The steps are as follows:

- We will use a helper function ‘pathWithKCoinsHelper’ which takes ‘grid’, ‘row’, ‘col’ , ‘myCoins’, and ‘K’ as input parameters and returns the number of paths that exist such that the sum of coins equal ‘K’, Initially ‘row’ and ‘col’, and ‘myCoins’ are 0.
- The base condition would be to check if we are at the last cell and if ‘myCoins’ is equal to ‘K’. If they are, return 1, indicating that we found a valid path.
- If we are out of bounds or ‘myCoins’ is greater than ‘K’, return 0, indicating that we did not find a valid path.
- If we have already visited the block in the grid with a given ‘row’, ‘col’ and with ‘myCoins’ amount of coins, then return ‘dp[row][col][myCoins]’.

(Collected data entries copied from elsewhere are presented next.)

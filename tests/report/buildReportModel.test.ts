import fs from "node:fs";
import path from "node:path";
import { describe, expect, it } from "vitest";
import { analyse, buildRecord } from "../../lib/analysis";
import { buildReportModel } from "../../lib/report/buildReportModel";
import { initialDraftSections } from "../../lib/report/initialDraftSections";
import { CLINICAL_CAUTION } from "../../lib/report/caution";
import { plainRampCsv } from "../../e2e/fixtures/plain-ramp.csv";

async function rampRecord() {
  const bytes = new TextEncoder().encode(plainRampCsv());
  const built = await buildRecord({
    bytes,
    fileName: "plain-ramp.csv",
    patient: { sex: "male", ageY: 50, heightCm: 175, weightKg: 80 },
    ergometer: "cycle",
  });
  return built.record!;
}

describe("buildReportModel", () => {
  it("maps the analysis result into display rows with predicted values, thresholds, sources and the composed draft", async () => {
    const record = await rampRecord();
    const result = analyse(record);
    const sections = initialDraftSections(result);
    const model = buildReportModel(result, record, "Synthetic ramp", { status: "draft", sections });
    // Known by construction (e2e/fixtures/plain-ramp.csv.ts): highest 30-s average 2500 mL/min;
    // 2500 / 80 kg = 31.25 → "31.3" at one decimal; recording 0-660 s = 11:00.
    const row = (label: string) => model.keyValues.find((r) => r.label === label)!;
    expect([row("Peak VO2").value, row("Peak VO2").unit]).toEqual(["2500", "mL/min"]);
    expect([row("Peak VO2 per kg").value, row("Peak VO2 per kg").unit]).toEqual(["31.3", "mL/kg/min"]);
    expect([row("Recording duration").value, row("Recording duration").unit]).toEqual(["11:00", "min:s"]);
    expect(row("Peak VO2").method).toBe("VO2: highest 30-s rolling average in exercise");
    // Hansen 1984 cycle, man 50 y 175 cm 80 kg: 2505.6 mL/min (clinical-reference §1.2 worked example)
    // → 2500 / 2505.6 = 99.8 % → "100".
    expect(row("Peak VO2").predicted).toBe("2506");
    expect(row("Peak VO2").pctPredicted).toBe("100");
    expect(model.sources.map((s) => s.id)).toContain("peak-rolling-average");
    expect(model.sources.map((s) => s.id)).toContain("hansen-1984");
    expect(model.thresholds.map((t) => t.label)).toEqual(["VT1 (AT)", "VT2 (RCP)"]);
    expect(model.caution).toBe(CLINICAL_CAUTION);
    expect(model.status).toBe("draft");
    expect(model.signedBy).toBeUndefined();
    expect(model.patientLine).toBe("male, 50 y, 175 cm, 80.0 kg");
    expect(model.charts.map((c) => c.id)).toContain("time-course");
    // The first draft is the interpretation layer's composed text, marked as a draft.
    expect(sections.length).toBeGreaterThan(3);
    expect(sections.map((x) => x.paragraphs.join(" ")).join(" ")).toMatch(/2500 mL\/min/);
  });

  it("never prints the upload's file name, which often holds the patient's name, birth date or number", async () => {
    // an INVENTED identifying file name
    const record = {
      ...(await rampRecord()),
      upload: { fileName: "INVENTED_Doe_Jane_DOB1950-01-02_ID777.csv", sha256: "0", sizeBytes: 1 },
    };
    const model = buildReportModel(analyse(record), record, "Teaching case 7", { status: "draft", sections: [] });
    expect(JSON.stringify(model)).not.toMatch(/Doe|DOB1950|ID777/);
    expect(model.testLine).toMatch(/^cycle ergometer/);
  });

  it("writes each slope's calibrated band beside it, at the slope's own precision", async () => {
    const record = await rampRecord();
    const result = analyse(record);
    const model = buildReportModel(result, record, "Synthetic ramp", { status: "draft", sections: initialDraftSections(result) });
    const row = (label: string) => model.keyValues.find((r) => r.label === label)!;
    const oues = result.indices.oues.fits.find((f) => f.fraction === 1)!;
    // the invented ramp's VO2 is not log-linear in VE, so OUES has a band of some width; shown to whole units like OUES
    expect(row("OUES (whole exercise)").note).toContain(`band ${Math.round(oues.band!.low)}–${Math.round(oues.band!.high)}`);
    const whole = result.indices.veVco2.slopeWholeExercise;
    // the noise-free ramp's VE/VCO2 line is exact to the last digit shown: its band (28.0–28.0) says so in words
    expect([whole.band!.low.toFixed(1), whole.band!.high.toFixed(1)]).toEqual(["28.0", "28.0"]);
    expect(row("VE/VCO2 slope, whole exercise").note).toContain("band narrower than the last digit shown");
    // the band's centre, the slope corrected for breath noise in VCO2, is written beside it
    const corrected = whole.slope.provenance.inputs!.dilutionCorrected as number;
    expect(row("VE/VCO2 slope, whole exercise").note).toContain(`corrected for breath noise ${corrected.toFixed(1)}`);
    // a perfect line (this ramp's VO2 against work) has no scale, so no band is written
    expect(result.indices.dVo2dWr.whole.band).toBeNull();
    expect(row("ΔVO2/ΔWR").note ?? "").not.toContain("band");
  });

  it("shows the signer only for a signed report and never drops an unknown source id", async () => {
    const record = await rampRecord();
    const result = analyse(record);
    const signed = buildReportModel(result, record, "x", {
      status: "signed",
      sections: [],
      signedBy: "Dr A Example",
      signedAt: "2026-12-01T10:00:00.000Z",
    });
    expect(signed).toMatchObject({ status: "signed", signedBy: "Dr A Example", signedAt: "2026-12-01T10:00:00.000Z" });
    const sparse = buildReportModel(result, record, "x", { status: "draft", sections: [] }, { sources: {} });
    expect(sparse.sources[0]).toMatchObject({ id: "peak-rolling-average", status: "recalled" });
    expect(sparse.sources[0].citation).toMatch(/not in the registry/);
  });
});

describe("the test line names a stepped protocol by its stages", () => {
  it("ACTES: +15 W every minute (the set's README) reads as stages of 60 s, about 15 W/min, not a ramp", async () => {
    // Chabert C, Mongin D, Hermand E, Collado A, Hue O. Cardiorespiratory measurement from graded cycloergometer exercise
    // testing, v1.0.0, PhysioNet 2022, doi:10.13026/2qs3-kh43 (ODC-By 1.0); test 13, details from actes_subject-info.csv
    const built = await buildRecord({
      bytes: new Uint8Array(fs.readFileSync(path.resolve(__dirname, "../fixtures/open-data/actes/actes_test_measure.csv"))),
      fileName: "actes_test_measure.csv",
      patient: { sex: "male", ageY: 18, heightCm: 183, weightKg: 83.9 },
      ergometer: "cycle",
      referral: "general",
      importOptions: { select: { ID: "13" } },
    });
    const r = analyse(built.record!);
    const model = buildReportModel(r, built.record!, "ACTES 13", { status: "draft", sections: initialDraftSections(r) });
    expect(model.testLine).toMatch(/^cycle ergometer, stages of 60 s \(about 15 W\/min\), recording /);
  }, 30_000);
});
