import type { BreathRow, NumericField } from "../breath";
import { makeIssue, measured, notDetermined, type Issue, type Measured, type Provenance } from "../core";
import { formatClock } from "../units";
import { binByTime, linearRegression, PrefixSums, quantile, robustSd, runningMedian, seededRandom } from "../numeric";
import type { ConditionedTest, SetAsideSpan } from "../signal";
import { BAND_CALIBRATION, calibrateBand } from "./bandCalibration";
import { combineEstimates, timeAtLevel, vo2AtTime, type Consensus } from "./consensus";
import { initialStep } from "./initialStep";
import { stageLengthS } from "./stageLength";
import { modifiedVSlope } from "./modifiedVSlope";
import { rcpVentilatoryEquivalents } from "./rcpVentilatoryEquivalents";
import { rcpVeVco2 } from "./rcpVeVco2";
import type {
  MethodEstimate,
  ThresholdEstimate,
  ThresholdOverride,
  ThresholdResult,
  ThresholdSeries,
  ThresholdWhich,
} from "./thresholdTypes";
import { ventilatoryEquivalents } from "./ventilatoryEquivalents";
import { vSlope } from "./vSlope";
import { jointVt1 } from "./jointVt1";
import { jointVt2 } from "./jointVt2";
import { areTimeAveragedRows, medianRowIntervalS } from "./rowSpacing";
import { breathNoiseCarryOver, CARRY_OVER_WARNING } from "./eov";

export interface ThresholdSeriesOptions {
  /** Time-bin length, s (10–20 s keeps curve shape while damping breath noise; 20 s chosen on the synthetic bank). @default 20 */
  binS?: number;
  /** Lead-in of the ramp left out (VO2 lag, CO2-store transients), s (recalled practice). @default 60 */
  excludeRampStartS?: number;
  /** Set aside breaths beyond ±4 SD of a 9-breath running median of VO2, VCO2 or VE. @default true */
  spikeGuard?: boolean;
  /**
   * Rows of exercise whose median spacing is at least this many seconds are time averages exported by the cart, not
   * single breaths (`AVERAGED_ROW_INTERVAL_S`, rowSpacing.ts), and the spike guard is not applied to them. A 9-row
   * running median then spans 90 s or more: at the end of the ramp it lags the steepening VE and VCO2, and with the
   * little scatter left after averaging those last rows, where the respiratory compensation shows, stood out as
   * "spikes" (synthetic tests, invented data, re-averaged to 10 s: 17 of 48 exercise rows set aside in one test, the
   * last 50 s among them).
   * Single-breath artefacts are diluted by the averaging and gross ones are still set aside by the conditioning's
   * local-deviation rule. @default 6
   */
  averagedRowIntervalS?: number;
}

const BIN_FIELDS = ["vo2MlMin", "vco2MlMin", "veLMin", "peto2MmHg", "petco2MmHg"] as const;

/**
 * Build the binned series the threshold methods read: clean breaths of the incremental phase, spikes set
 * aside (beyond ±4 SD of a 9-breath running median; ±4 SD is the most used convention, source `vt-outlier-4sd`,
 * the robust SD from the median absolute deviation is our choice), then 20-s time-bin means (our choice; bins of
 * 10–20 s keep the shape of the curves while damping breath noise). Null when there is no exercise phase.
 */
export function buildThresholdSeries(test: ConditionedTest, options: ThresholdSeriesOptions = {}): ThresholdSeries | null {
  const binS = options.binS ?? 20;
  const lead = options.excludeRampStartS ?? 60;
  const ex = test.exercise;
  if (!ex || !(ex.endS > ex.startS)) return null;
  const rows = test.clean.filter((r) => r.timeS >= ex.startS && r.timeS <= ex.endS);
  const t = rows.map((r) => r.timeS);
  const cols = BIN_FIELDS.map((f) => rows.map((r) => (typeof r[f] === "number" ? (r[f] as number) : NaN)));
  const skip = new Array<boolean>(rows.length).fill(false);
  let spikes = 0;
  const rowIntervalS = medianRowIntervalS(t);
  const averagedRows = areTimeAveragedRows(t, options.averagedRowIntervalS);
  if ((options.spikeGuard ?? true) && !averagedRows) {
    for (let c = 0; c < 3; c++) {
      const med = runningMedian(cols[c], 4);
      const res = cols[c].map((v, i) => v - med[i]);
      const sd = robustSd(res, 0);
      if (!(sd > 0)) continue;
      for (let i = 0; i < res.length; i++) if (Math.abs(res[i]) > 4 * sd) skip[i] = true;
    }
    spikes = skip.filter(Boolean).length;
  }
  const startS = Math.min(ex.startS + lead, ex.endS);
  const bins = binByTime(t, cols, { startS, endS: ex.endS + 1e-9, binS, skip });
  const keep: number[] = [];
  for (let b = 0; b < bins.counts.length; b++) if (bins.counts[b] > 0 && Number.isFinite(bins.means[0][b])) keep.push(b);
  const pick = (a: Float64Array) => Float64Array.from(keep, (b) => a[b]);
  const timeS = Float64Array.from(keep, (b) => {
    // centre of the bin's breaths is closer to the data than the nominal centre at the last bin
    const c = bins.centerS[b];
    return Math.min(c, ex.endS);
  });
  const vo2 = pick(bins.means[0]);
  const vco2 = pick(bins.means[1]);
  return {
    binS,
    timeS,
    vo2MlMin: vo2,
    vco2MlMin: vco2,
    veLMin: pick(bins.means[2]),
    peto2MmHg: pick(bins.means[3]),
    petco2MmHg: pick(bins.means[4]),
    vo2Trend: localTrend(timeS, vo2, 3),
    vco2Trend: localTrend(timeS, vco2, 3),
    span: { startS, endS: ex.endS },
    spikesRemoved: spikes,
    timeAveragedRowsS: averagedRows ? rowIntervalS : null,
    averaging: averagedRows
      ? `${binS}-s time bins of the clean rows from ramp start + ${lead} s to ramp end; the rows are about ${Math.round(rowIntervalS)}-s time averages, not single breaths, so no breath-level spike screen was applied`
      : `${binS}-s time bins of the clean breaths from ramp start + ${lead} s to ramp end; ${spikes} spike breath(s) beyond ±4 SD of a 9-breath running median set aside`,
  };
}

/** Local linear trend (±half bins) evaluated at each point, O(n) with prefix sums. NaN points are bridged. */
function localTrend(t: Float64Array, v: Float64Array, half: number): Float64Array {
  const xs: number[] = [];
  const ys: number[] = [];
  const at: number[] = [];
  for (let i = 0; i < t.length; i++)
    if (Number.isFinite(v[i])) {
      xs.push(t[i] - t[0]);
      ys.push(v[i]);
      at.push(i);
    }
  const out = new Float64Array(t.length).fill(NaN);
  const ps = new PrefixSums(xs, ys);
  for (let k = 0; k < xs.length; k++) {
    const from = Math.max(0, k - half);
    const to = Math.min(xs.length, k + half + 1);
    const f = ps.fit(from, to);
    out[at[k]] = Number.isFinite(f.slope) ? f.intercept + f.slope * xs[k] : ys[k];
  }
  // fill gaps by carrying neighbours
  for (let i = 1; i < out.length; i++) if (!Number.isFinite(out[i])) out[i] = out[i - 1];
  return out;
}

export interface ValueAtTimeOptions {
  /** Average the breaths within ±windowS/2 instead of interpolating (0 = interpolate). @default 0 */
  windowS?: number;
}

/**
 * A field's value at a time: linear interpolation between the breaths either side that carry the field
 * (common practice), or the mean within a centred window. NaN when the time lies outside the data.
 * Rows must be in time order.
 */
export function valueAtTime(
  rows: readonly BreathRow[],
  field: NumericField,
  timeS: number,
  options: ValueAtTimeOptions = {},
): number {
  const w = options.windowS ?? 0;
  if (!Number.isFinite(timeS) || rows.length === 0) return NaN;
  if (w > 0) {
    let s = 0;
    let n = 0;
    for (const r of rows) {
      const v = r[field];
      if (r.timeS >= timeS - w / 2 && r.timeS <= timeS + w / 2 && typeof v === "number" && Number.isFinite(v)) {
        s += v;
        n++;
      }
    }
    return n > 0 ? s / n : NaN;
  }
  let lo = 0;
  let hi = rows.length - 1;
  while (hi - lo > 1) {
    const mid = (lo + hi) >> 1;
    if (rows[mid].timeS <= timeS) lo = mid;
    else hi = mid;
  }
  let a = -1;
  for (let i = lo; i >= 0; i--)
    if (rows[i].timeS <= timeS && Number.isFinite(rows[i][field] as number)) {
      a = i;
      break;
    }
  let b = -1;
  for (let i = Math.max(0, lo); i < rows.length; i++)
    if (rows[i].timeS >= timeS && Number.isFinite(rows[i][field] as number)) {
      b = i;
      break;
    }
  if (a < 0 || b < 0) return NaN;
  const va = rows[a][field] as number;
  const vb = rows[b][field] as number;
  if (rows[b].timeS === rows[a].timeS) return vb;
  return va + ((timeS - rows[a].timeS) / (rows[b].timeS - rows[a].timeS)) * (vb - va);
}

export interface DetectThresholdsOptions {
  overrides?: ThresholdOverride[];
  /** Block-bootstrap resamples for the band (0 = none). @default 30 */
  bootstrap?: number;
  /** Seed of the resampling. @default 1 */
  seed?: number;
  series?: ThresholdSeriesOptions;
  /** Agreement tolerance between methods, fraction of VO2 (our choice). @default 0.1 */
  agreementFraction?: number;
  /**
   * VT1: report the median of the resampled consensus values (bagging) instead of the single-pass value when at
   * least half the resamples gave one (our choice: steadier under breath noise on the synthetic banks). VT2
   * always keeps the single-pass value (the resampled median was biased early there). @default true
   */
  bootstrapMedian?: boolean;
  /**
   * Widen the band to its calibration (`BAND_CALIBRATION`, `bandCalibration.ts`): the raw band held the truth in about
   * half to two thirds of invented tests. false = the raw band (the calibration script reads it). @default true
   */
  calibrateBand?: boolean;
  /**
   * The VT1 methods read data up to the VT2 estimate plus this margin, s (our choice: about one localisation width
   * of a single-signal break, ±2 bins of 20 s). An RCP estimate that is early by a bin or two otherwise cuts the
   * segment above VT1 short, and every VT1 fit then drifts early; the few compensation bins let in bend VE and
   * PETO2 far less. 0 = stop at VT2 (Beaver 1986, recalled detail). @default 40
   */
  vt1BeyondVt2S?: number;
  /**
   * Least span of data above the first-pass VT1, s: when VT1 lies closer than this to the end of its window (VT2 +
   * `vt1BeyondVt2S`), the VT1 methods are refitted once with the window reaching VT1 + this span (our choice: the
   * joint profile needs 5 bins above a break, plus one bin; 120 s with 20-s bins). An early VT2 otherwise truncates
   * the segment above a VT1 that lies close to it, and the single-signal fits fail. 0 = no refit. @default 120
   */
  vt1MinSpanAboveS?: number;
  /**
   * Pull the end of the VT1 window back, one bin at a time and never below VT2 − 60 s, while VE/VCO2 over the last
   * four bins before it is already rising (more than 1 % per minute, slope ≥ 2 standard errors). The RCP is where
   * VE/VCO2 starts to rise (source `vt-rcp-criteria-recalled`); when the compensation starts before the RCP's
   * two-line break, the 40-s margin above VT2 would otherwise give VE and PETO2 a second upward bend and pull their
   * VT1 hinge late. Rise, window and test: our choice (README-thresholds.md, round 7: moderate-noise VT1 P90 over six
   * synthetic banks 10.93 → 10.77 %, low 8.13 → 7.75 %, high 15.13 → 15.11 %). @default true
   */
  vt1StopAtVeVco2Rise?: boolean;
  /**
   * Do not report a VT2 that rests on one method ("low" confidence) and lies at or below a VT1 that two methods
   * support: the RCP follows the AT (Wasserman et al., Principles of Exercise Testing and Interpretation — recalled;
   * common practice). VT2 is then "not determinable" with the candidate named in its reason. @default true
   */
  dropLowVt2BelowVt1?: boolean;
  /**
   * Do not report an RCP candidate that respiratory compensation does not follow: past the RCP, VE/VCO2 rises and
   * PETCO2 falls until the end of exercise (RCP definition, clinical reference §5.4 — recalled; Whipp, Davis & Wasserman
   * 1989, Respir Physiol — recalled, not seen). When, from the 20-s bins within ±30 s of the candidate to those of the
   * last 30 s of exercise, PETCO2 falls by less than 0.5 mmHg and VE/VCO2 does not rise by 2 % or more while PETCO2
   * falls at all (`compensationFollows`), VT2 is "not determinable" with that reason (issue
   * `vt2-compensation-not-sustained`). The candidate still bounds the data the VT1 methods read, so VT1 does not move.
   * The rule and cut-offs are our choice, set on synthetic tests (invented data; README-thresholds rounds 14–15): on one
   * moderate 240-test bank of each of six models, RCPs reported on the 204 tests without one fell from 49 to 13
   * ("moderate" or "high" 12 to 1), and 11 of 1 202 calls on tests with an RCP were dropped, 9 of them more than 5 % off.
   * Needs PETCO2; without it nothing is dropped.
   * @default true
   */
  dropUnsustainedVt2?: boolean;
  /**
   * Warn when exercise starts with a step this many times larger than the ramp's own rise over the first 75 s
   * (`initialStep`), and mark a VT1 within 3 minutes of it low confidence. 3 is our choice: ≤ 2.0 in 99 % of the
   * main and variant synthetic tests (ramps after unloaded pedalling), 5–10 on treadmill protocols that jump from
   * walking to running (hold-out model). @default 3
   */
  largeInitialStepRatio?: number;
}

- Recur for ‘row + 1’, and ‘myCoins + grid[row][col]’ and store it in a variable ‘moveForward’ which denotes the number of valid paths if we move forward.
- Similarly, recur for ‘col + 1’ and ‘myCoins + grid[row][col]’ and store it in a variable ‘moveDown’, which denotes the number of valid paths if we move down.
- Hash the current state by assigning the answer for the current state to ‘dp[row][col][myCoins].

- Return the final answer as the sum of ‘moveDown’ and ‘moveForward’.